Bei einer USB Buchse: Keine düse. Ich arbeite grundsätzlich ohne düse 
mit 370C, dann ist der luftstrom für die Bauelemente erträglich. Auch 
kurz mal angeblasener Kunststoff wirft dann nicht gleich blasen.  Selbst 
mit der 10mm düse ist mir der strahl viel zu fokkusiert.
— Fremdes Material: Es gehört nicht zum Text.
def test_memory_under_a_cap_of_the_system() -> None:
    cap = 512 * 2**20
    program = (
        "import sys; from spanwright.process import ProcessConversation as P\n"
        "p = P(); list(p.say('let u be a parameter'))\n"
        "for text in ['let kept = 5'] + [sys.argv[1]] * 3 + ['kept + 1']:\n"
        "    for r in p.say(text): print(r.status, r.text, *r.messages)\n"
        "p.close()\n")
    run = subprocess.run(
        [sys.executable, "-c", program, GREEDY], capture_output=True, text=True,
        preexec_fn=lambda: resource.setrlimit(resource.RLIMIT_AS, (cap, cap)))
    assert run.stderr == ""
    assert run.stdout.count("of memory that the system leaves to this program") == 3
    assert run.stdout.splitlines()[-1].strip() == "ok 6"


@pytest.mark.parametrize("sentence", [
    "(x_1 + 1)^(10^12)", "2^(10^15)", "list(1..10^12)", "(q + 1)^(10^9)", "(1/3)^(10^12)",
    "(1 - q)^(-10^9)", "fix terms = 1000; (x_1 + x_2 + 1)^20 (x_1 - x_2 + 2)^20",
])
def test_what_cannot_fit_is_refused_at_once(calm: ProcessConversation, sentence: str) -> None:
    reply = list(calm.say(f"fix terms = 2000000; {sentence}"))[-1]
    assert reply.record["code"] == "too-large"
    assert reply.seconds < 5
    assert "would have about" in reply.messages[0] or "a list of" in reply.messages[0]


# --- checkpoints ----------------------------------------------------------------------------------


@pytest.mark.parametrize("seed", [1, 2, 3])
def test_stops_anywhere_leave_the_session_of_one_that_never_met_them(seed: int) -> None:
    """Texts of several sentences, right ones and wrong ones, some stopped in the middle."""
    chance = random.Random(seed)
    sentences = [
        "let kept = kept + x_1", "kept", "x_9", "let f(a) = a + kept; f(2)", "1 +", "eq_1 + 1",
        "fix n = 3", "claim 1 = 2", "expand (x_1 + x_2 + x_3 + 1)^4 in E", "let g = E_(0,1,2)",
        "remark \"so\"", "forget eq_2; recall", "(x_1 + x_2 + 1)^40 (x_1 - x_2 + 2)^12; 5"]
    here = LocalConversation(Session())
    beginning = "fix n = 3; let u be a parameter; let v be a parameter; let kept = x_2; 7; 8"
    with talking() as there:
        for conversation in (here, there):
            list(conversation.say(beginning))
        for _ in range(12):
            text = "\n".join(chance.choices(sentences, k=chance.randint(1, 5)))
            replies = list(there.say(text))
            expected = list(here.say(text))
            assert [(r.sentence, r.status, r.tag, r.text, r.messages) for r in replies] == [
                (r.sentence, r.status, r.tag, r.text, r.messages) for r in expected]
            if chance.random() < 0.5:
                before = chance.choice(sentences[:5])
                timer = threading.Timer(chance.uniform(0.1, 0.4), there.stop)
                timer.start()
                replies = list(there.say(f"{before}\n{ENDLESS}\nlet late = 1"))
                timer.join()
                assert replies[-1].record["code"] == "stopped"
                # as many sentences, none of which leaves anything
                list(here.say(before))
                list(here.say("x_9\n" * (replies[-1].sentence - expected[-1].sentence - len(
                    list(LocalConversation(Session()).say(before))))))
            assert there.state() == here.state()


def test_a_file_is_not_written_again_when_the_next_sentence_is_stopped(tmp_path: Path) -> None:
    with talking(tmp_path, "fix n = 2", "let u be a parameter", "let v be a parameter",
                 'let kept = x_1 + 2; write kept as text to "kept.txt"') as conversation:
        (tmp_path / "kept.txt").write_text("mine\n")
        assert when_running(conversation, conversation.stop).record["code"] == "stopped"
        assert (tmp_path / "kept.txt").read_text() == "mine\n"
        assert holds_what_it_held(conversation)


def test_finished_cases_are_not_finished_again(tmp_path: Path) -> None:
    kept = tmp_path / "cases.jsonl"
    with talking(tmp_path, "let u be a parameter", "let v be a parameter",
                 means={"kept": str(kept)}) as conversation:
        assert said(conversation, "for k in 1..9: claim k < 5").status == "failed"
    assert kept.read_bytes().count(b"\n") == 9
    with talking(tmp_path, "let u be a parameter", "let v be a parameter",
                 means={"kept": str(kept), "only_failed": True}) as conversation:
        # the failed ones are tried anew, and no more than once
        said(conversation, "for k in 1..9: claim k < 5")
        n_lines = kept.read_bytes().count(b"\n")
        assert n_lines > 9
        assert when_running(conversation, conversation.stop).record["code"] == "stopped"
        assert kept.read_bytes().count(b"\n") == n_lines


def test_a_stop_behind_a_long_text_brings_no_reply_too_many(calm: ProcessConversation) -> None:
    text = "let early = 1\n" * 4_000 + ENDLESS
    timer = threading.Timer(3.0, calm.stop)
    timer.start()
    replies = list(calm.say(text))
    timer.join()
    assert replies[-1].record["code"] == "stopped" and len(replies) <= 4_001
    assert holds_what_it_held(calm)


def test_wrong_sentences_can_be_stopped_too(calm: ProcessConversation) -> None:
    timer = threading.Timer(1.0, calm.stop)
    timer.start()
    replies = list(calm.say("x_1 )\n" * 20_000))
    timer.join()
    assert replies[-1].record["code"] == "stopped" and len(replies) < 20_000


def test_a_stop_before_the_first_reply_is_asked_for(calm: ProcessConversation) -> None:
    replies = calm.say(ENDLESS)
    calm.stop()
    assert [r.record["code"] for r in replies] == ["stopped"]
    # an answer that is let go of late does not stop the next one
    old = calm.say("1; 2")
    assert next(old).text == "1"
    new = calm.say("3; 4")
    assert next(new).text == "3"
    old.close()
    assert next(new).text == "4"


def test_no_room_for_a_keeper(monkeypatch: pytest.MonkeyPatch) -> None:
    session = CheckpointedSession()

    def no_fork() -> int:
        raise OSError(11, "Resource temporarily unavailable")

    n_files = len(os.listdir("/proc/self/fd"))
    monkeypatch.setattr(os, "fork", no_fork)
    frames, session.frames = os.pipe()
    control, _ = os.pipe()
    os.set_blocking(control, False)
    session.control = control
    request = {"id": 1, "say": "1 + 1", "name": "", "skip": 0, "after": 0,
               "is_recorded": False, "stops_at_first": False}
    session._text = session._text_of(request)
    session._answer_text()
    assert receive(frames) is not None
    reply = receive(frames)
    assert reply is not None and "no room for one more process" in reply["reply"]["messages"][0]
    assert len(os.listdir("/proc/self/fd")) == n_files + 4
    for fd in (frames, session.frames, control, _):
        os.close(fd)


def test_a_session_whose_keeper_was_killed_gets_another() -> None:
    with talking(None, "fix n = 3", "let kept = x_1 + 2", "let u be a parameter",
                 "let v be a parameter") as conversation:
        leader, keeper, session = chain(conversation.process_id)
        os.kill(keeper, signal.SIGKILL)
        wait_for(lambda: keeper not in group(leader))
        assert said(conversation, "kept").text == "x_1 + 2"
        wait_for(lambda: is_settled(leader))
        assert conversation.process_id == leader and session in chain(leader)
        assert when_running(conversation, conversation.stop).record["code"] == "stopped"
        assert holds_what_it_held(conversation)


def test_one_checkpoint_serves_many_small_sentences() -> None:
    with talking(None, "fix n = 3") as conversation:
        seen = set()
        for k in range(60):
            assert said(conversation, f"let a = {k} x_1").status == "ok"
            seen.add(chain(conversation.process_id)[1])
        assert len(seen) < 30
        assert said(conversation, "a").text == "59 x_1"


# --- loss and repair ------------------------------------------------------------------------------


@pytest.mark.parametrize("number", [signal.SIGKILL, signal.SIGSEGV, signal.SIGABRT])
def test_a_child_that_dies_costs_its_sentence(
    calm: ProcessConversation, number: signal.Signals
) -> None:
    leader = calm.process_id
    reply = when_running(calm, lambda: os.kill(chain(leader)[2], number))
    assert reply.status == "error"
    assert reply.record["code"] in ("internal-error", "over-budget")
    assert calm.process_id == leader
    assert holds_what_it_held(calm)


@pytest.mark.parametrize("number", [signal.SIGKILL, signal.SIGSEGV])
def test_a_holder_that_dies_is_replaced(number: signal.Signals) -> None:
    with talking(None, "fix n = 3", "let kept = x_1 + 2", "let u be a parameter",
                 "let v be a parameter", "7", "forget eq_1", "8") as conversation:
        first = conversation.process_id
        reply = when_running(conversation, lambda: os.kill(chain(first)[1], number))
        assert reply.record["code"] == "internal-error"
        assert "lost" in reply.messages[0] and "restored" in reply.messages[0]
        assert (reply.sentence, reply.line, reply.source) == (8, 1, ENDLESS)
        wait_for(lambda: not group(first))
        assert said(conversation, "eq_2 + 0").tag == 3
        assert said(conversation, "eq_1").status == "error"
        assert holds_what_it_held(conversation)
Abdecken mit folie mache ich nicht. Ein wichtiger trick ist das 
vorheizen, bzw aufheizen der Leiterplatte von unten. Die Leiterplatte 
hat im einflussbereich der lötstelle ein vielfaches der thermischen 
masse einer buchse und somit ist abdecken bis zum letzten millimeter 
neben der buchse ggf kontraproduktiv.

Und nicht zu vergessen: Keine kraft beim anheben der buchse verwenden. 
Warmes platinenmaterial erweicht etwas, die pads sollen sich nicht 
ablösen. Erst prüfen ob das zinn an allen pads geschmolzen ist, dann 
vorsichtig abheben. Damit sind wir beim nächsten punkt: gedult! Ein 
reflowprofil läuft auch nicht in 30s ab. Ruhig mal den groben bereich um 
die buchse 60 oder 90s erwärmen, dann die wärme mehr auf die buchse 
konzentrieren. So werden auch innenliegende Kupferflächen schön warm.

von Harald A. (embedded)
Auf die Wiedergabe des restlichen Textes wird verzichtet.